1. A scalable motion image compression system for a digital motion image signal wherein the digital motion image signal has an associated transmission rate, the system comprising: a decomposition module for receiving the digital motion image signal at the transmission rate, decomposing the digital motion image signal into component parts and sending the components at the transmission rate; and a compression module for receiving each of the component parts from the decomposition module, compressing the component part, and sending the compressed component part to a memory location.

2. A scalable motion image compression system according to claim 1, wherein the decomposition module includes one or more decomposition units.

3. A scalable motion image compression system according to claim 1, wherein the digital motion image signal is compressed at the transmission rate.

4. A scalable motion image compression system according to claim 1 further comprising a programmable module for routing the decomposed digital motion image signal between the decomposition module and the compression module.

5. A scalable motion image compression system according to claim 4, wherein the programmable module is a field programmable gate array.

6. A scalable motion image compression system according to claim 5, wherein the field programmable gate array is reprogrammable.

7. A scalable motion image compression system according to claim 1, wherein the compression module includes one or more compression units.

8. A scalable motion image compression system accordin terc im' 7, wherein the throughput of a compression unit multiplied by the number of compression units is greater than or equal to the transmission rate of the digital motion image signal.

9. A scalable motion image compression system according to claim 7, wherein each compression unit operates in parallel.

10. A scalable motion image compression system according to claim 1, wherein the decomposition module includes one or more decomposition units.

11. A scalable motion image compression system according to claim 1, wherein each decomposition unit operates in parallel.

12. A scalable motion image compression system according to claim 1, wherein the decomposition module performs color decorrelation.

13. A scalable motion image compression system according to claim 1, wherein the decomposition module performs color rotation.

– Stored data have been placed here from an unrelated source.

using System.Collections.Immutable;
using StackTiming.Lines.Layered;
using StackTiming.Lines.Microstrip;
using StackTiming.Lines.Sections;
using StackTiming.Lines.Solutions;
using StackTiming.Lines.Stripline;

namespace StackTiming.Lines.Methods;

/// <summary>Picks the closed form for the geometry of a cross-section.</summary>
public static class ClosedForms
{
    /// <summary>The closed forms, the preferred ones of a geometry first.</summary>
    public static ImmutableArray<IClosedForm> InOrderOfPreference { get; } = [new HammerstadJensen1980(), new Cohn1954(), new Yamashita1968()];

    /// <summary>The closed forms as a calculator, for callers that take either them or the field solver.</summary>
    public static ILineCalculator Calculator { get; } = new ClosedFormCalculator();

    /// <summary>The result of the preferred closed form for a section, or null where none describes its geometry.</summary>
    /// <param name="section">The section.</param>
    public static LineSolution? Calculate(CrossSection section)
    {
        foreach (var form in InOrderOfPreference)
        {
            if (!form.Method.IsSecondOpinion && form.Objection(section) is null)
                return form.Calculate(section);
        }
        return null;
    }

    /// <summary>The results of every closed form that describes a section, the preferred one first: second opinions for reports.</summary>
    /// <param name="section">The section.</param>
    public static ImmutableArray<LineSolution> Opinions(CrossSection section) =>
        [.. InOrderOfPreference.OrderBy(f => f.Method.IsSecondOpinion).Where(f => f.Objection(section) is null).Select(f => f.Calculate(section))];

    private sealed class ClosedFormCalculator : ILineCalculator
    {
        public string Name => "closed form";

        public LineSolution? Calculate(CrossSection section) => ClosedForms.Calculate(section);

        public string? Objection(CrossSection section) =>
            InOrderOfPreference.Any(f => !f.Method.IsSecondOpinion && f.Objection(section) is null)
                ? null
                : "no closed form describes this geometry; the field solver does";
    }
}
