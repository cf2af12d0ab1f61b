using System.Collections.Immutable;
using StackTiming.Lines.Sections;
using StackTiming.Lines.Solutions;

namespace StackTiming.Lines.Methods;

/// <summary>
/// The share of the field energy in each dielectric, from how the effective permittivity answers to each: share_i = (ε_i/ε_eff)·∂ε_eff/∂ε_i,
/// which is exact because the energy is stationary under small changes of the field.
/// </summary>
internal static class EnergyShares
{
    private const double RelativeStep = 1e-4;
    private const double Negligible = 1e-6;

    /// <summary>Shares by central differences, normalised to a sum of 1.</summary>
    /// <param name="dielectrics">The dielectrics.</param>
    /// <param name="epsEff">Effective permittivity, or anything proportional to it, as a function of the permittivities in the same order.</param>
    public static ImmutableArray<DielectricShare> FromPermittivity(ReadOnlySpan<SectionDielectric> dielectrics, Func<double[], double> epsEff)
    {
        var dks = new double[dielectrics.Length];
        for (var i = 0; i < dks.Length; i++)
            dks[i] = dielectrics[i].Dk;
        var shares = new double[dks.Length];
        var sum = 0.0;
        for (var i = 0; i < dks.Length; i++)
        {
            var stated = dks[i];
            dks[i] = stated * (1 + RelativeStep);
            var above = epsEff(dks);
            dks[i] = stated * (1 - RelativeStep);
            var below = epsEff(dks);
            dks[i] = stated;
            sum += shares[i] = Math.Max(0, (above - below) / (RelativeStep * (above + below)));
        }
        return ByName(dielectrics, Array.ConvertAll(shares, s => s / sum));
    }

    /// <summary>Shares by name: materials of the same name add up, and those without any energy are left out.</summary>
    /// <param name="dielectrics">The dielectrics.</param>
    /// <param name="shares">Their shares.</param>
    public static ImmutableArray<DielectricShare> ByName(ReadOnlySpan<SectionDielectric> dielectrics, ReadOnlySpan<double> shares)
    {
        var result = ImmutableArray.CreateBuilder<DielectricShare>(dielectrics.Length);
        for (var i = 0; i < dielectrics.Length; i++)
        {
            if (shares[i] < Negligible)
                continue;
            var name = dielectrics[i].Name;
            var known = IndexOf(result, name);
            if (known < 0)
                result.Add(new DielectricShare(name, shares[i]));
            else
                result[known] = result[known] with { Share = result[known].Share + shares[i] };
        }
        return result.ToImmutable();
    }

    private static int IndexOf(ImmutableArray<DielectricShare>.Builder shares, string name)
    {
        for (var i = 0; i < shares.Count; i++)
        {
            if (shares[i].Dielectric == name)
                return i;
        }
        return -1;
    }
}
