namespace StackTiming.Lines.Methods;

/// <summary>A published method, as <c>stacktiming methods</c> lists it and reports quote it.</summary>
/// <param name="Id">Short id that results carry, such as <c>hammerstad-jensen-1980</c>.</param>
/// <param name="Name">Name, such as <c>Hammerstad and Jensen 1980</c>.</param>
/// <param name="Source">Full reference.</param>
/// <param name="Geometry">What it computes.</param>
/// <param name="Validity">Validity range, in words.</param>
/// <param name="StatedError">What the authors say of its accuracy.</param>
/// <param name="Measured">What this project's tests measure against the independent references, largest first; empty for a method without a reference.</param>
/// <param name="IsSecondOpinion">True where the method is only shown beside a better one.</param>
public sealed record LineMethod(
    string Id, string Name, string Source, string Geometry, string Validity, string StatedError,
    IReadOnlyList<MeasuredError> Measured, bool IsSecondOpinion);

/// <summary>The largest error of a method against one set of independent reference cases. A test recomputes it.</summary>
/// <param name="CaseSet">Name of the case set, such as <c>F1 bare microstrip</c>.</param>
/// <param name="ImpedanceError">Largest relative error of an impedance.</param>
/// <param name="EpsEffError">Largest relative error of an effective permittivity.</param>
public readonly record struct MeasuredError(string CaseSet, double ImpedanceError, double EpsEffError);
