using System.Collections.Immutable;
using System.Globalization;

namespace StackTiming.Lines.Methods;

/// <summary>Collects where a section leaves the validity range of a method, so that a use outside it is never silent.</summary>
/// <param name="method">The method.</param>
public sealed class Validity(LineMethod method)
{
    private readonly ImmutableArray<string>.Builder warnings = ImmutableArray.CreateBuilder<string>();

    /// <summary>One sentence for each limit that is left; empty inside the range.</summary>
    public ImmutableArray<string> Warnings => warnings.ToImmutable();

    /// <summary>Checks a quantity against a range.</summary>
    /// <param name="what">Its name.</param>
    /// <param name="value">Its value.</param>
    /// <param name="least">Lowest valid value.</param>
    /// <param name="most">Highest valid value.</param>
    public Validity Within(string what, double value, double least, double most)
    {
        if (!(value >= least && value <= most))
            warnings.Add(string.Create(CultureInfo.InvariantCulture, $"{what} is {value:0.###}, outside the {least:0.###} to {most:0.###} of {method.Name}"));
        return this;
    }

    /// <summary>Checks a quantity against an upper limit.</summary>
    /// <param name="what">Its name.</param>
    /// <param name="value">Its value.</param>
    /// <param name="most">Highest valid value.</param>
    public Validity AtMost(string what, double value, double most)
    {
        if (!(value <= most))
            warnings.Add(string.Create(CultureInfo.InvariantCulture, $"{what} is {value:0.###}, above the {most:0.###} of {method.Name}"));
        return this;
    }
}
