using StackTiming.Lines.Sections;

namespace StackTiming.Lines.Methods;

/// <summary>The shapes of cross-section that closed forms tell apart.</summary>
public enum SectionKind
{
    /// <summary>None of the shapes below.</summary>
    Other,
    /// <summary>One bare trace standing on one dielectric over a plane.</summary>
    SurfaceMicrostrip,
    /// <summary>One trace over a plane with mask, cover or several dielectrics.</summary>
    LayeredMicrostrip,
    /// <summary>One trace between two planes.</summary>
    Stripline,
    /// <summary>Two like traces side by side over one plane.</summary>
    EdgeCoupledMicrostrip,
    /// <summary>Two like traces side by side between two planes.</summary>
    EdgeCoupledStripline,
    /// <summary>Two like traces above each other between two planes.</summary>
    Broadside,
    /// <summary>One trace between two grounded pours on its layer, over one plane.</summary>
    Coplanar,
    /// <summary>Two traces between two grounded pours on their layer, over one plane.</summary>
    CoplanarPair,
    /// <summary>Other traces over a plane or between two.</summary>
    Bus,
}

/// <summary>What kind of line a cross-section is.</summary>
/// <param name="Kind">The shape.</param>
/// <param name="IsHomogeneous">True where all slabs have the same permittivity, there is no mask, and no slab ends in air beside a trace's field.</param>
/// <param name="IsCentred">True for a single trace midway between two planes.</param>
public readonly record struct SectionGeometry(SectionKind Kind, bool IsHomogeneous, bool IsCentred)
{
    private const double Same = 1e-9;

    /// <summary>Recognises the shape of a section.</summary>
    /// <param name="section">The section.</param>
    public static SectionGeometry Of(CrossSection section)
    {
        var hasTop = section.TopPlaneMetres is not null;
        return new SectionGeometry(KindOf(section, hasTop), Homogeneous(section, hasTop), Centred(section));
    }

    private static SectionKind KindOf(CrossSection section, bool hasTop)
    {
        if (section.BottomPlaneMetres is null)
            return SectionKind.Other;
        var conductors = section.Conductors;
        var signals = 0;
        foreach (var conductor in conductors)
            signals += conductor.Grounded ? 0 : 1;
        var pours = conductors.Length - signals;
        if (pours == 2 && signals is 1 or 2 && !hasTop && OnOneLayer(section) && SignalsBetweenPours(section))
            return signals == 1 ? SectionKind.Coplanar : SectionKind.CoplanarPair;
        if (pours > 0)
            return SectionKind.Bus;
        return signals switch
        {
            1 when hasTop => SectionKind.Stripline,
            1 => IsBare(section) ? SectionKind.SurfaceMicrostrip : SectionKind.LayeredMicrostrip,
            2 when OnOneLayer(section) && Alike(conductors[0], conductors[1]) =>
                hasTop ? SectionKind.EdgeCoupledStripline : SectionKind.EdgeCoupledMicrostrip,
            2 when hasTop && Alike(conductors[0], conductors[1]) && Near(conductors[0].CentreMetres, conductors[1].CentreMetres, conductors[0].WideMetres) => SectionKind.Broadside,
            _ => SectionKind.Bus,
        };
    }

    /// <summary>True where traces stand on the top of a single slab in air, or in air alone.</summary>
    /// <param name="section">The section.</param>
    public static bool IsBare(CrossSection section) =>
        section.TopMask is null && section.TopPlaneMetres is null
        && (section.Slabs.IsEmpty
            || (section.Slabs.Length == 1 && section.Conductors.All(c => Near(c.BottomMetres, section.Slabs[0].TopMetres, section.Slabs[0].ThicknessMetres))));

    /// <summary>The dielectric on the lower plane: the only one of a homogeneous section.</summary>
    /// <param name="section">The section.</param>
    public static SectionDielectric LowestDielectric(CrossSection section) => section.Slabs.IsEmpty ? SectionDielectric.Air : section.Slabs[0].Dielectric;

    private static bool Homogeneous(CrossSection section, bool hasTop)
    {
        if (section.TopMask is not null || section.BottomMask is not null)
            return false;
        if (section.Slabs.IsEmpty)
            return true;
        var first = section.Slabs[0].Dielectric.Dk;
        return section.Slabs.All(s => s.Dielectric.Dk == first) && (hasTop || first == 1);
    }

    private static bool Centred(CrossSection section)
    {
        if (section.BottomPlaneMetres is not { } bottom || section.TopPlaneMetres is not { } top || section.Conductors.Length != 1)
            return false;
        var trace = section.Conductors[0];
        return Near(trace.BottomMetres - bottom, top - trace.TopMetres, top - bottom);
    }

    private static bool OnOneLayer(CrossSection section) =>
        section.Conductors.All(c => Near(c.BottomMetres, section.Conductors[0].BottomMetres, section.Conductors[0].WideMetres));

    private static bool SignalsBetweenPours(CrossSection section)
    {
        var fromLeft = section.Conductors.OrderBy(c => c.CentreMetres).ToArray();
        return fromLeft[0].Grounded && fromLeft[^1].Grounded;
    }

    private static bool Alike(SectionConductor a, SectionConductor b) =>
        Near(a.WideMetres, b.WideMetres, a.WideMetres) && Near(a.NarrowMetres, b.NarrowMetres, a.WideMetres)
        && Near(a.ThicknessMetres, b.ThicknessMetres, a.WideMetres);

    private static bool Near(double a, double b, double scale) => Math.Abs(a - b) <= Same * scale;
}
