using StackTiming.Waves.Networks;
using StackTiming.Waves.Responses;

namespace StackTiming.Waves.Metrics;

/// <summary>Takes the metrics from a waveform.</summary>
public static class WaveformMetrics
{
    private const double RingbackShare = 0.001;
    private const double SettlingShare = 0.05;
    private const double PauseShare = 0.01;

    /// <summary>The metrics of one receiver.</summary>
    /// <param name="voltage">Its voltage.</param>
    /// <param name="stepSeconds">Time between samples.</param>
    /// <param name="durationSeconds">Length of the window.</param>
    /// <param name="thresholds">Its levels, or null.</param>
    /// <param name="stimulus">What the driver sent.</param>
    /// <param name="referenceMidSeconds">When the driver into the reference load alone crosses the threshold, or null.</param>
    public static ReceiverMetrics Of(
        NodeVoltage voltage, double stepSeconds, double durationSeconds, Thresholds? thresholds, Stimulus stimulus, double? referenceMidSeconds)
    {
        double max = voltage.InitialVolts, min = voltage.InitialVolts;
        foreach (var v in voltage.Volts)
        {
            max = Math.Max(max, v);
            min = Math.Min(min, v);
        }
        var levels = new ReceiverMetrics { MaxVolts = max, MinVolts = min, FinalVolts = voltage.FinalVolts, InitialVolts = voltage.InitialVolts };
        if (thresholds is not { } t || stimulus.Edge == Edge.Pattern)
            return levels;
        // A falling edge is judged as a rising one of the negative voltage.
        var sign = stimulus.EndsHigh ? 1 : -1;
        var trace = new Trace(voltage.Volts, sign, stepSeconds, durationSeconds, sign * voltage.FinalVolts);
        var judged = sign > 0 ? t.VihVolts : -t.VilVolts;
        var swing = Math.Abs(voltage.FinalVolts - voltage.InitialVolts);
        var firstMid = FirstCrossing(voltage, stepSeconds, t.MidVolts, stimulus.EndsHigh);
        var firstVih = trace.FirstRise(judged);
        var pause = trace.FirstPause(0.5 * stimulus.ShortestRampSeconds, PauseShare * swing);
        return levels with
        {
            FirstMidSeconds = firstMid,
            FirstVihSeconds = firstVih,
            FinalVihSeconds = trace.LastRise(judged),
            OvershootVolts = Math.Max(0, sign > 0 ? max - voltage.FinalVolts : voltage.FinalVolts - min),
            RingbackVolts = sign * trace.Ringback(firstVih, RingbackShare * swing),
            SettleSeconds = trace.LastOutside(SettlingShare * swing),
            FlightTimeSeconds = firstMid - referenceMidSeconds,
            FirstIncident = firstVih is { } crossing && crossing <= trace.SecondsOf(pause),
            FirstWaveVolts = trace.VoltsInPause(pause, 0.5 * stimulus.ShortestRampSeconds),
        };
    }

    /// <summary>First crossing of a level in the direction of the edge, seconds, or null.</summary>
    /// <param name="voltage">The voltage.</param>
    /// <param name="stepSeconds">Time between samples.</param>
    /// <param name="levelVolts">The level.</param>
    /// <param name="rising">True for upward.</param>
    public static double? FirstCrossing(NodeVoltage voltage, double stepSeconds, double levelVolts, bool rising)
    {
        var sign = rising ? 1 : -1;
        return new Trace(voltage.Volts, sign, stepSeconds, double.PositiveInfinity, sign * voltage.FinalVolts).FirstRise(sign * levelVolts);
    }

    /// <summary>A waveform with its sign such that the edge rises.</summary>
    private readonly ref struct Trace(double[] volts, int sign, double step, double duration, double final)
    {
        private double At(int i) => sign * volts[i];

        public double? FirstRise(double level)
        {
            for (var i = 1; i < volts.Length; i++)
            {
                if (At(i - 1) < level && At(i) >= level)
                    return Crossing(i, level);
            }
            return null;
        }

        public double? LastRise(double level)
        {
            for (var i = volts.Length - 1; i > 0; i--)
            {
                if (At(i - 1) < level && At(i) >= level)
                    return Crossing(i, level);
            }
            return null;
        }

        public double Ringback(double? afterSeconds, double depth)
        {
            if (afterSeconds is not { } after)
                return final;
            var highest = double.NegativeInfinity;
            var lowest = double.PositiveInfinity;
            for (var i = (int)Math.Ceiling(after / step); i < volts.Length; i++)
            {
                var v = At(i);
                highest = Math.Max(highest, v);
                if (highest - v > depth)
                    lowest = Math.Min(lowest, v);
            }
            return double.IsPositiveInfinity(lowest) ? final : lowest;
        }

        public double LastOutside(double band)
        {
            for (var i = volts.Length - 1; i >= 0; i--)
            {
                var off = Math.Abs(At(i) - final);
                if (off <= band)
                    continue;
                if (i == volts.Length - 1)
                    return Math.Min(duration, i * step);
                // The next sample may lie on the other side of the final value.
                var next = Math.Sign(At(i) - final) * (At(i + 1) - final);
                return step * (i + ((off - band) / (off - next)));
            }
            return 0;
        }

        /// <summary>The first sample from which the voltage rises by less than a share in a span, once it has begun to rise; the last where there is none.</summary>
        public int FirstPause(double spanSeconds, double rise)
        {
            var span = Math.Max(1, (int)(spanSeconds / step));
            var start = 0;
            while (start < volts.Length - 1 && At(start) - At(0) < rise)
                start++;
            for (var i = start; i + span < volts.Length; i++)
            {
                if (At(i + span) - At(i) < rise)
                    return i;
            }
            return volts.Length - 1;
        }

        public double SecondsOf(int i) => i * step;

        /// <summary>The voltage at the end of a pause: at its beginning the wave may still be a little short of what it brings.</summary>
        public double VoltsInPause(int i, double spanSeconds) => sign * At(Math.Min(volts.Length - 1, i + Math.Max(1, (int)(spanSeconds / step))));

        private double Crossing(int i, double level) => step * (i - 1 + ((level - At(i - 1)) / (At(i) - At(i - 1))));
    }
}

14. A scalable motion image compression system according to claim 1, wherein the decomposition module performs temporal decomposition.

15. A scalable motion image compression system according to claim 1, wherein the decomposition module performs spatial decomposition.

16. A scalable motion image compression system according to claim 1, wherein the compression module uses subband coding.

17. A scalable motion image compression system according to claim 13, wherein the subband coding uses wavelets.

18. A scalable motion image compression system according to claim 1 , wherein the spatial decomposition is spatial polyphase decomposition.

19. A scalable system for performing motion image compression of a digital motion image input signal having an associated transmission rate, the system comprising: a plurality of compression blocks, each block having a decomposition module and a compression module a signal distributor coupled to the compression blocks for partitioning the digital motion image input signal into a plurality of segments providing a distinct component of the input signal to each of the compression units; the decomposition module decomposing a segment into component parts and sending the components; and a compression module for receiving a component from a corresponding decomposition module, compressing the component, and sending the compressed component part to a memory location.